Se a dificuldade de não ser impulsionado a comprar loot boxes e todo o “Fear of Missing Out” (FOMO) é duro para um adulto ou pessoas com tendências impulsivas, imagine para uma criança. E, não existe uma opção de desativar ou impedir a compra de loot boxes por meios oficiais dentro do jogo. Estamos em pleno 2021, não há e nunca houve espaço para esse tipo de mecânica em jogo, não importa se ele vem de uma empresa gigante ou uma empresa minúscula. É predatório e ponto.

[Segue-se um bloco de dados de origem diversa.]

package org.holdpoint.archive;

import static org.assertj.core.api.Assertions.assertThat;
import static org.assertj.core.api.Assertions.assertThatThrownBy;

import java.sql.DriverManager;
import java.sql.SQLException;
import java.time.Instant;
import java.util.List;
import org.holdpoint.study.ArchiveException;
import org.holdpoint.study.ArchiveQuery;
import org.holdpoint.study.ArchivedStudy;
import org.holdpoint.study.AuditEvent;
import org.holdpoint.study.NewStudyVersion;
import org.holdpoint.study.ArchivedSignature;
import org.holdpoint.study.StudyVersion;
import org.junit.jupiter.api.AfterEach;
import org.junit.jupiter.api.BeforeEach;
import org.junit.jupiter.api.Test;

/** Adding, listing, filtering, opening, superseding and signing on a fresh in-memory H2 archive per test. */
class JdbcArchiveTest {

    private static final Instant JAN = Instant.parse("2025-01-15T08:30:00Z");
    private static final Instant MAR = Instant.parse("2025-03-02T14:00:00.123456789Z");
    private static final Instant JUN = Instant.parse("2025-06-20T10:00:00Z");

    private String url;
    private JdbcArchive archive;

    @BeforeEach
    void open() throws ArchiveException {
        url = Fixtures.memUrl("archive");
        archive = JdbcArchive.open(url);
    }

    @AfterEach
    void close() {
        archive.close();
        assertThat(archive.openConnections()).isZero();
    }

    @Test
    void addThenShowReturnsTheJsonExactlyAndTheMetadata() throws ArchiveException {
        NewStudyVersion s = Fixtures.study("CR-1", "4711", "tooling", "change verified", MAR, "Bore", "Wall");
        StudyVersion v = archive.add(s, "Petra Engineer", "new insert");

        ArchivedStudy shown = archive.show(v.id()).orElseThrow();
        assertThat(shown.json()).isEqualTo(s.json());
        assertThat(shown.version()).isEqualTo(v);
        assertThat(v.version()).isEqualTo(1);
        assertThat(v.supersedes()).isNull();
        assertThat(v.characteristics()).containsExactly("Bore", "Wall");
        // timestamps are kept to the microsecond (PostgreSQL's resolution)
        assertThat(v.created()).isEqualTo(Instant.parse("2025-03-02T14:00:00.123456Z"));
        assertThat(archive.show(v.id() + 100)).isEmpty();
    }

    @Test
    void theSha256OfTheJsonIsThatOfItsUtf8Bytes() throws ArchiveException {
        NewStudyVersion s = NewStudyVersion.of("CR-9", "t", null, "P", null, List.of(), null, "a", JAN, "abc");
        // FIPS 180-2, Appendix B.1: SHA-256("abc")
        assertThat(archive.add(s, "a", null).jsonSha256())
                .isEqualTo("ba7816bf8f01cfea414140de5dae2223b00361a396177a9cb410ff61f20015ad");
    }

    @Test
    void listFiltersByEveryCriterion() throws ArchiveException {
        StudyVersion a = archive.add(Fixtures.study("CR-1", "4711", "tooling", "change verified", JAN, "Bore"),
                "p", null);
        StudyVersion b = archive.add(Fixtures.study("CR-2", "4711", "material lot", "not verified", MAR, "Wall"),
                "p", null);
        StudyVersion c = archive.add(Fixtures.study("CR-3", "0815", "tooling", "change verified", JUN, "Bore",
                "Torque"), "p", null);
        archive.sign(c.id(), "Quinn Manager", "quality manager", "approved for series production", JUN);

        assertThat(ids(ArchiveQuery.withDefaults())).containsExactly(c.id(), b.id(), a.id());
        assertThat(ids(ArchiveQuery.withDefaults().withPartNumber("4711"))).containsExactly(b.id(), a.id());
        assertThat(ids(ArchiveQuery.withDefaults().withCharacteristic("bore"))).containsExactly(c.id(), a.id());
        assertThat(ids(ArchiveQuery.withDefaults().withChangeKind("Tooling"))).containsExactly(c.id(), a.id());
        assertThat(ids(ArchiveQuery.withDefaults().withVerdict("not verified"))).containsExactly(b.id());
        assertThat(ids(ArchiveQuery.withDefaults().withCreatedBetween(MAR, JUN))).containsExactly(b.id());
        assertThat(ids(ArchiveQuery.withDefaults().withCreatedBetween(MAR, null))).containsExactly(c.id(), b.id());
        assertThat(ids(ArchiveQuery.withDefaults().withSigner("quinn manager"))).containsExactly(c.id());
        assertThat(ids(ArchiveQuery.withDefaults().withPartNumber("4711").withCharacteristic("Wall")))
                .containsExactly(b.id());
        assertThat(ids(ArchiveQuery.withDefaults().withPartNumber("9999"))).isEmpty();
        // people search by part of a name, in any case, or with * for any run of characters
        assertThat(ids(ArchiveQuery.withDefaults().withSigner("QUINN"))).containsExactly(c.id());
        assertThat(ids(ArchiveQuery.withDefaults().withPartNumber("47"))).containsExactly(b.id(), a.id());
        assertThat(ids(ArchiveQuery.withDefaults().withPartNumber("0*5"))).containsExactly(c.id());
        assertThat(ids(ArchiveQuery.withDefaults().withPartNumber("7*"))).isEmpty();
        assertThat(ids(ArchiveQuery.withDefaults().withCharacteristic("orq"))).containsExactly(c.id());
        // LIKE wildcards typed by the user are taken literally
        assertThat(ids(ArchiveQuery.withDefaults().withPartNumber("4_11"))).isEmpty();
        assertThat(ids(ArchiveQuery.withDefaults().withPartNumber("%"))).isEmpty();

        StudyVersion listed = archive.list(ArchiveQuery.withDefaults().withChangeId("CR-3")).get(0);
        assertThat(listed.characteristics()).containsExactly("Bore", "Torque");
        assertThat(listed.signers()).containsExactly("Quinn Manager");
    }

    @Test
    void whoSignedTheDocumentBeforeArchivingIsFoundLikeAnArchiveSigner() throws ArchiveException {
        StudyVersion a = archive.add(Fixtures.study("CR-1", "4711", "tooling", "change verified", JAN, "Bore")
                .withDocumentSigners(List.of("R. Brandt", "K. Osei")), "p", null);
        StudyVersion b = archive.add(Fixtures.study("CR-2", "4712", "tooling", "change verified", MAR, "Bore"),
                "p", null);
        archive.sign(b.id(), "Karl Osei-Brandt", "quality manager", "approved", MAR);

        assertThat(ids(ArchiveQuery.withDefaults().withSigner("brandt"))).containsExactly(b.id(), a.id());
        assertThat(ids(ArchiveQuery.withDefaults().withSigner("r. b*"))).containsExactly(a.id());
        assertThat(ids(ArchiveQuery.withDefaults().withSigner("osei").withPartNumber("4711")))
                .containsExactly(a.id());
        StudyVersion shown = archive.show(a.id()).orElseThrow().version();
        assertThat(shown.signers()).containsExactly("R. Brandt", "K. Osei");
        assertThat(shown.signatures()).isEmpty();
        assertThat(archive.verify().intact()).isTrue();
    }

    @Test
    void aFilterValueIsAParameterNotSql() throws ArchiveException {
        archive.add(Fixtures.study("CR-1", "4711", "tooling", "ok", JAN), "p", null);
        assertThat(ids(ArchiveQuery.withDefaults().withPartNumber("4711' OR '1'='1"))).isEmpty();
    }

    @Test
    void supersedeMakesANewVersionThatPointsToTheOld() throws ArchiveException {
        StudyVersion v1 = archive.add(Fixtures.study("CR-1", "4711", "tooling", "inconclusive", JAN, "Bore"),
                "p", null);
        StudyVersion v2 = archive.supersede(v1.id(), Fixtures.study("CR-1", "4711", "tooling", "change verified",
                MAR, "Bore"), "Petra Engineer", "added 20 parts after the first run was inconclusive");

        assertThat(v2.version()).isEqualTo(2);
        assertThat(v2.supersedes()).isEqualTo(v1.id());
        assertThat(archive.show(v1.id()).orElseThrow().version().supersededBy()).isEqualTo(v2.id());
        assertThat(ids(ArchiveQuery.withDefaults().withVersions(ArchiveQuery.Versions.CURRENT)))
                .containsExactly(v2.id());
        assertThat(ids(ArchiveQuery.withDefaults().withChangeId("CR-1"))).containsExactly(v2.id(), v1.id());
        assertThat(archive.currentVersion("CR-1")).map(StudyVersion::id).contains(v2.id());
        assertThat(archive.currentVersion("CR-404")).isEmpty();
        assertThat(archive.events(v1.id())).extracting(AuditEvent::kind)
                .containsExactly(AuditEvent.Kind.CREATED, AuditEvent.Kind.SUPERSEDED);
        AuditEvent superseded = archive.events(v1.id()).get(1);
        assertThat(superseded.subjectId()).isEqualTo(v2.id());
        assertThat(superseded.why()).isEqualTo("added 20 parts after the first run was inconclusive");
    }

    @Test
    void archiveRulesAreEnforcedWithClearMessages() throws ArchiveException {
        StudyVersion v1 = archive.add(Fixtures.study("CR-1", "4711", "tooling", "ok", JAN), "p", null);
        NewStudyVersion again = Fixtures.study("CR-1", "4711", "tooling", "ok", MAR);

        assertThatThrownBy(() -> archive.add(again, "p", null)).isInstanceOf(ArchiveException.class)
                .hasMessageContaining("CR-1 is already archived").extracting(e -> ((ArchiveException) e).reason())
                .isEqualTo(ArchiveException.Reason.REJECTED);
        assertThatThrownBy(() -> archive.supersede(v1.id(), again, "p", " "))
                .hasMessageContaining("reason for the correction");
        assertThatThrownBy(() -> archive.supersede(v1.id(), Fixtures.study("CR-2", "4711", "t", "ok", MAR), "p",
                "fix")).hasMessageContaining("must keep the change id");
        StudyVersion v2 = archive.supersede(v1.id(), again, "p", "fix");
        assertThatThrownBy(() -> archive.supersede(v1.id(), again, "p", "fix"))
                .hasMessageContaining("superseded by study " + v2.id());
        assertThatThrownBy(() -> archive.sign(v1.id(), "Q", "qm", "approved", MAR))
                .hasMessageContaining("superseded by study " + v2.id());
        assertThatThrownBy(() -> archive.sign(999, "Q", "qm", "approved", MAR))
                .extracting(e -> ((ArchiveException) e).reason()).isEqualTo(ArchiveException.Reason.NOT_FOUND);
        assertThatThrownBy(() -> archive.sign(v2.id(), "Q", "", "approved", MAR)).hasMessageContaining("role");
        // nothing of the refused calls reached the chain: 1 CREATED + SUPERSEDED + CREATED
        assertThat(archive.verify().eventsChecked()).isEqualTo(3);
    }

    @Test
    void signAndHistoryAppearInTheStudysEventsInChainOrder() throws ArchiveException {
        NewStudyVersion s = Fixtures.study("CR-1", "4711", "tooling", "ok", JAN, "Bore").withHistory(List.of(
                new AuditEvent.Draft(AuditEvent.Kind.ANALYSED, "Petra", JAN, "analysed 1 characteristic", null),
                new AuditEvent.Draft(AuditEvent.Kind.EXCLUSION_ADDED, "Petra", JAN, "excluded Data!C12",
                        "gauge dropped")));
        StudyVersion v = archive.add(s, "Petra", "first release");
        ArchivedSignature sig = archive.sign(v.id(), "Quinn", "quality manager", "approved", MAR);

        List<AuditEvent> events = archive.events(v.id());
        assertThat(events).extracting(AuditEvent::kind).containsExactly(AuditEvent.Kind.CREATED,
                AuditEvent.Kind.ANALYSED, AuditEvent.Kind.EXCLUSION_ADDED, AuditEvent.Kind.SIGNED);
        assertThat(events).extracting(AuditEvent::seq).containsExactly(1L, 2L, 3L, 4L);
        assertThat(events.get(0).prevHash()).isEqualTo("0".repeat(64));
        for (int i = 1; i < events.size(); i++) {
            assertThat(events.get(i).prevHash()).isEqualTo(events.get(i - 1).hash());
        }
        assertThat(events.get(2).why()).isEqualTo("gauge dropped");
        assertThat(events.get(3).subjectId()).isEqualTo(sig.id());
        assertThat(events.get(3).dbUser()).isNotBlank();
        assertThat(archive.show(v.id()).orElseThrow().version().signatures()).containsExactly(sig);
        assertThat(archive.verify().intact()).isTrue();
    }

    @Test
    void aLargeStudyJsonIsStoredAndReturnedWhole() throws ArchiveException {
        String json = "{\"values\":[" + "12.0031,".repeat(250_000) + "12.0]}"; // about 2 MB
        NewStudyVersion s = NewStudyVersion.of("CR-BIG", "t", null, "P", null, List.of("Bore"), null, "a", JAN, json);
        assertThat(archive.show(archive.add(s, "a", null).id()).orElseThrow().json()).isEqualTo(json);
    }

    @Test
    void aDatabaseFailureNamesTheStatementAndItsParameters() {
        NewStudyVersion s = NewStudyVersion.of("CR-LONG", "x".repeat(3000), null, "P-1", null, List.of(), null, "a",
                JAN, "{}");
        // the H2 schema limits a title to 2000 characters
        assertThatThrownBy(() -> archive.add(s, "a", null)).isInstanceOf(ArchiveException.class)
                .hasMessageContaining("statement 'insert study' failed with parameters [1, 'CR-LONG', 1, null, 'xxx")
                .hasMessageContaining("…(3000 chars)")
                .hasMessageContaining("'P-1'")
                .extracting(e -> ((ArchiveException) e).reason()).isEqualTo(ArchiveException.Reason.DATABASE);
    }

    @Test
    void closingReleasesEveryConnectionSoTheInMemoryDatabaseIsGone() throws ArchiveException, SQLException {
        archive.add(Fixtures.study("CR-1", "4711", "tooling", "ok", JAN), "p", null);
        archive.list(ArchiveQuery.withDefaults());
        archive.verify();
        assertThat(archive.openConnections()).isPositive();
        archive.close();
        assertThat(archive.openConnections()).isZero();
        // an H2 in-memory database is dropped when its last connection closes, so a fresh connection finds
        // no tables: proof that the archive left none open
        try (var c = DriverManager.getConnection(url); var rs = c.getMetaData().getTables(null, null, "STUDY",
                null)) {
            assertThat(rs.next()).isFalse();
        }
        assertThatThrownBy(() -> archive.list(ArchiveQuery.withDefaults())).hasMessageContaining("closed");
    }

    private List<Long> ids(ArchiveQuery q) throws ArchiveException {
        return archive.list(q).stream().map(StudyVersion::id).toList();
    }
}
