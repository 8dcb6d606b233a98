package org.holdpoint.archive;

/** A child process that opens an archive, says so, and holds it open until it is stopped. */
public final class HoldingChild {
    private HoldingChild() {
    }

    /**
     * @param args the archive URL
     * @throws Exception on any failure
     */
    public static void main(String[] args) throws Exception {
        try (JdbcArchive archive = JdbcArchive.open(args[0])) {
            archive.list(org.holdpoint.study.ArchiveQuery.withDefaults());
            System.out.println("open");
            System.out.flush();
            Thread.sleep(120_000);
        }
    }
}
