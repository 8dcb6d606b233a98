package org.holdpoint.archive;

import java.time.Instant;
import java.util.ArrayList;
import java.util.List;
import java.util.concurrent.Callable;
import java.util.concurrent.CountDownLatch;
import java.util.concurrent.ExecutorService;
import java.util.concurrent.Executors;
import java.util.concurrent.Future;
import java.util.concurrent.TimeUnit;
import org.holdpoint.study.ArchiveException;
import org.holdpoint.study.ArchiveQuery;
import org.holdpoint.study.ChangeRecordArchive;
import org.holdpoint.study.VerificationReport;

/**
 * Shared by the H2 and PostgreSQL concurrency tests: two writers, each with its own archive object, append
 * at once; every call either succeeds or fails with a retryable conflict, nothing half-written remains.
 */
final class ConcurrentWriters {

    /** What two racing writers achieved. */
    record Outcome(int stored, int retryable, VerificationReport report, int listed) {
    }

    private ConcurrentWriters() {
    }

    /**
     * Runs two writers of {@code perWriter} studies each (every second one signed, every third one corrected).
     *
     * @param a         the first writer's archive
     * @param b         the second writer's archive
     * @param perWriter studies per writer
     * @return the outcome, read back through {@code a}
     * @throws Exception when a call fails other than with a retryable conflict
     */
    static Outcome race(ChangeRecordArchive a, ChangeRecordArchive b, int perWriter) throws Exception {
        return race(a, a, b, b, perWriter);
    }

    /**
     * As {@link #race(ChangeRecordArchive, ChangeRecordArchive, int)} with separate archives for signing (an
     * approver's connection beside an author's).
     *
     * @param a         the first writer's archive
     * @param signA     the archive the first writer signs through
     * @param b         the second writer's archive
     * @param signB     the archive the second writer signs through
     * @param perWriter studies per writer
     * @return the outcome, read back through {@code a}
     * @throws Exception when a call fails other than with a retryable conflict
     */
    static Outcome race(ChangeRecordArchive a, ChangeRecordArchive signA, ChangeRecordArchive b,
            ChangeRecordArchive signB, int perWriter) throws Exception {
        CountDownLatch start = new CountDownLatch(1);
        ExecutorService pool = Executors.newFixedThreadPool(2);
        try {
            Future<int[]> fa = pool.submit(writer(a, signA, "A", perWriter, start));
            Future<int[]> fb = pool.submit(writer(b, signB, "B", perWriter, start));
            start.countDown();
            int[] ra = fa.get(120, TimeUnit.SECONDS);
            int[] rb = fb.get(120, TimeUnit.SECONDS);
            int listed = a.list(ArchiveQuery.withDefaults()).size();
            return new Outcome(ra[0] + rb[0], ra[1] + rb[1], a.verify(), listed);
        } finally {
            pool.shutdownNow();
            pool.awaitTermination(60, TimeUnit.SECONDS);
        }
    }

    /**
     * Verifies repeatedly while one writer appends: every report must come from a consistent snapshot.
     *
     * @param writer   the archive that writes
     * @param verifier the archive that verifies (may be the same)
     * @param studies  how many studies to write
     * @return the number of problems seen in all reports during the writes, and the number of reports
     * @throws Exception when a call fails
     */
    static int[] verifyWhileWriting(ChangeRecordArchive writer, ChangeRecordArchive verifier, int studies)
            throws Exception {
        CountDownLatch start = new CountDownLatch(1);
        ExecutorService pool = Executors.newSingleThreadExecutor();
        try {
            Future<int[]> w = pool.submit(writer(writer, writer, "W", studies, start));
            start.countDown();
            int problems = 0;
            int reports = 0;
            while (!w.isDone() || reports == 0) {
                problems += verifier.verify().problems().size();
                reports++;
            }
            w.get(120, TimeUnit.SECONDS);
            return new int[] {problems, reports};
        } finally {
            pool.shutdownNow();
            pool.awaitTermination(60, TimeUnit.SECONDS);
        }
    }

    private static Callable<int[]> writer(ChangeRecordArchive archive, ChangeRecordArchive signer, String name, int n,
            CountDownLatch start) {
        return () -> {
            start.await();
            int stored = 0;
            int retryable = 0;
            List<Long> ids = new ArrayList<>();
            Instant t = Instant.parse("2025-02-01T00:00:00Z");
            for (int i = 0; i < n; i++) {
                try {
                    long id = archive.add(Fixtures.study("CR-" + name + i, "P-" + (i % 7), "tooling", "ok", t,
                            "Bore"), name, null).id();
                    stored++;
                    ids.add(id);
                    if (i % 2 == 0) {
                        signer.sign(id, "Signer " + name, "quality manager", "approved", t);
                    }
                    if (i % 3 == 0) {
                        archive.supersede(id, Fixtures.study("CR-" + name + i, "P-" + (i % 7), "tooling", "ok", t,
                                "Bore", "Wall"), name, "second characteristic added");
                        stored++;
                    }
                } catch (ArchiveException e) {
                    if (!e.isRetryable()) {
                        throw e;
                    }
                    retryable++;
                }
            }
            return new int[] {stored, retryable};
        };
    }
}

Uma grande pena, pois eu continuo a recomendar Hot Wheels Unleashed para todo tipo de jogador. É um dos jogos arcades mais divertidos em que eu pus as mãos em 2021 e o grau de personalização presente é imensurável. Ao mesmo tempo, eu não consigo lidar com uma possível sombra de que daqui a um ano ele vire uma máquina de fazer dinheiro para a Mattel, ou seus servidores sejam desligados.
A Milestone pode ter demorado anos, mas ela encontrou um tipo de jogo que “conversa” com o seu estilo de desenvolvimento; eu desejo o melhor para a equipe e é possível ver o suor que cada um dos membros da empresa investiu na criação de Hot Wheels Unleashed. Se você não se importa com loot boxes ou achou tudo o que eu falei uma grande baboseira, vá em frente e compre-o sem culpa na consciência.
Eu aguardo que meus medos sejam infundados, mas a indústria de jogos já me deixou decepcionado muitas vezes. O que é mais uma na lista de decepções?
Hot Wheels Unleashed
Total - 7.5
7.5
Hot Wheels Unleashed é a Milestone encontrando o seu nicho e desenvolvendo um dos melhores jogos de corrida arcade do ano, e sem dúvidas o melhor jogo da franquia Hot Wheels em muito tempo. O preço disso? Uma campanha que poderia ter sido melhor elaborada e a presença insuportável de loot boxes. Se você não se importa com essa prática predatória, vá em frente, pois há muita coisa boa no jogo — como o editor de pistas, carros e a variedade na jogabilidade. Mas é impossível não olhar para ele e pensar que cedo ou tarde ele vai tentar extorquir cada centavo do seu bolso.